**ACTIVITY**
Where a line of the records holds the string "ravel", copy that line.

**SUPPLIED RECORDS**
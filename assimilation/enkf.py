"""Ensemble Kalman filter analysis: one interface, two forms.

Glossary (DEVELOPERS.md): ``E`` ensemble (M members, n variables), ``X``
anomalies, ``HE`` predicted observations (M, p), ``Y`` their anomalies,
``y`` observations (p,), ``R`` observation error variances (p,), ``K`` gain,
``rho`` localization weights.

Forms
-----
``"stochastic"``
    Perturbed-observation EnKF (Burgers, van Leeuwen and Evensen 1998, Mon.
    Wea. Rev. 126:1719), localized by a Schur product on the gain's
    covariances (Houtekamer and Mitchell 2001, Mon. Wea. Rev. 129:123).
``"sqrt"``
    Deterministic square-root form: the ensemble transform Kalman filter
    (Bishop, Etherton and Majumdar 2001, Mon. Wea. Rev. 129:420) in the
    symmetric-square-root formulation of Hunt, Kostelich and Szunyogh (2007,
    Physica D 230:112); with localization it is their local ETKF with
    observation-error localization (each variable is analysed with R^-1
    weighted by its row of ``rho``). Variables with the same row of ``rho``
    share one transform, so a few basins cost a few small eigen-problems.

Both forms are vectorised over members; the observation operator is applied
by the caller (``HE``), so nonlinear operators are handled the usual
ensemble way.
"""
from __future__ import annotations

import numpy as np
from scipy.linalg import cho_factor, cho_solve

METHODS = ("stochastic", "sqrt")


def _check(E, HE, y, R):
    E = np.asarray(E, dtype=float)
    HE = np.asarray(HE, dtype=float)
    y = np.asarray(y, dtype=float).ravel()
    R = np.asarray(R, dtype=float).ravel()
    if E.ndim != 2 or HE.ndim != 2 or HE.shape[0] != E.shape[0]:
        raise ValueError(f"expected E (M, n) and HE (M, p) with the same M, got {E.shape} and {HE.shape}")
    if E.shape[0] < 2:
        raise ValueError(f"an ensemble needs at least 2 members, got {E.shape[0]}")
    p = HE.shape[1]
    if y.shape != (p,) or R.shape != (p,):
        raise ValueError(f"expected y and R of shape ({p},), got {y.shape} and {R.shape}")
    if np.any(~(R > 0)):
        raise ValueError("observation error variances R must be > 0")
    return E, HE, y, R


def analysis(E, HE, y, R, *, method: str = "sqrt", rng: np.random.Generator | None = None,
             rho: np.ndarray | None = None, rho_obs: np.ndarray | None = None,
             center_perturbations: bool = True) -> np.ndarray:
    """Analysis ensemble (M, n) from the prior ``E`` and predicted observations ``HE``.

    E (M, n) prior in the analysis space; HE (M, p) the observation operator
    applied to each member [observation units]; y (p,) observations; R (p,)
    error variances [observation units squared] (independent errors).
    method: ``"sqrt"`` (deterministic) or ``"stochastic"`` (perturbed
    observations; needs ``rng``). rho (n, p): state–observation localization
    weights in [0, 1]; rho_obs (p, p): observation–observation weights, used
    by the stochastic form (required there when rho is given).
    center_perturbations: subtract the ensemble mean of the observation
    perturbations so the mean update equals the Kalman update with the
    ensemble covariance (common practice; Pham 2001, Mon. Wea. Rev. 129:1194).
    """
    E, HE, y, R = _check(E, HE, y, R)
    if method not in METHODS:
        raise ValueError(f"method must be one of {METHODS}, got {method!r}")
    M, n = E.shape
    p = HE.shape[1]
    if rho is not None:
        rho = np.asarray(rho, dtype=float)
        if rho.shape != (n, p):
            raise ValueError(f"expected rho of shape ({n}, {p}), got {rho.shape}")
    if p == 0:
        return E.copy()
    if method == "stochastic":
        if rng is None:
            raise ValueError("the stochastic form draws observation perturbations: pass rng")
        if rho is not None and rho_obs is None:
            raise ValueError("the stochastic form with rho also needs rho_obs (p, p)")
        return _stochastic(E, HE, y, R, rng, rho, rho_obs, center_perturbations)
    return _sqrt(E, HE, y, R, rho)


def _stochastic(E, HE, y, R, rng, rho, rho_obs, center):
    M = E.shape[0]
    X = (E - E.mean(axis=0)) / np.sqrt(M - 1)
    Y = (HE - HE.mean(axis=0)) / np.sqrt(M - 1)
    Pxy = X.T @ Y
    Pyy = Y.T @ Y
    if rho is not None:
        Pxy = Pxy * rho
        Pyy = Pyy * np.asarray(rho_obs, dtype=float)
    S = Pyy + np.diag(R)
    eps = rng.standard_normal(HE.shape)
    if center:
        eps -= eps.mean(axis=0)
    D = y + eps * np.sqrt(R)
    innov = D - HE
    c = cho_factor(S, lower=True, check_finite=False)
    return E + cho_solve(c, innov.T, check_finite=False).T @ Pxy.T


def _sqrt(E, HE, y, R, rho):
    M, n = E.shape
    mean_x = E.mean(axis=0)
    X = E - mean_x
    mean_y = HE.mean(axis=0)
    Y = HE - mean_y
    d = y - mean_y
    if rho is None:
        weights = (1.0 / R)[None, :]
        domain = np.zeros(n, dtype=int)
    else:
        weights, domain = np.unique(rho, axis=0, return_inverse=True)
        domain = domain.ravel()
        weights = weights / R
    # A_u = (M-1) I + Y diag(w_u) Y^T for each distinct localization row u.
    Yw = Y[None, :, :] * weights[:, None, :]                  # (U, M, p)
    A = Yw @ Y.T                                              # (U, M, M)
    A[:, np.arange(M), np.arange(M)] += M - 1
    lam, V = np.linalg.eigh(A)
    lam = np.maximum(lam, 1e-12 * (M - 1))
    # Mean weights Pa~ Y diag(w) d and the symmetric square root sqrt((M-1) Pa~).
    b = Yw @ d                                                # (U, M)
    wbar = (V @ ((np.swapaxes(V, 1, 2) @ b[:, :, None])[:, :, 0] / lam)[:, :, None])[:, :, 0]
    W = (V * np.sqrt((M - 1) / lam)[:, None, :]) @ np.swapaxes(V, 1, 2)
    T = W + wbar[:, :, None]                                  # (U, M, M): column k -> member k
    if T.shape[0] == 1:
        return mean_x + T[0].T @ X
    return mean_x + np.einsum("jmk,mj->kj", T[domain], X)
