"""Bloomline assimilation package."""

**ANSWER SPACE**
    y = np.asarray(y, dtype=float).ravel()
    R = np.asarray(R, dtype=float).ravel()
        domain = domain.ravel()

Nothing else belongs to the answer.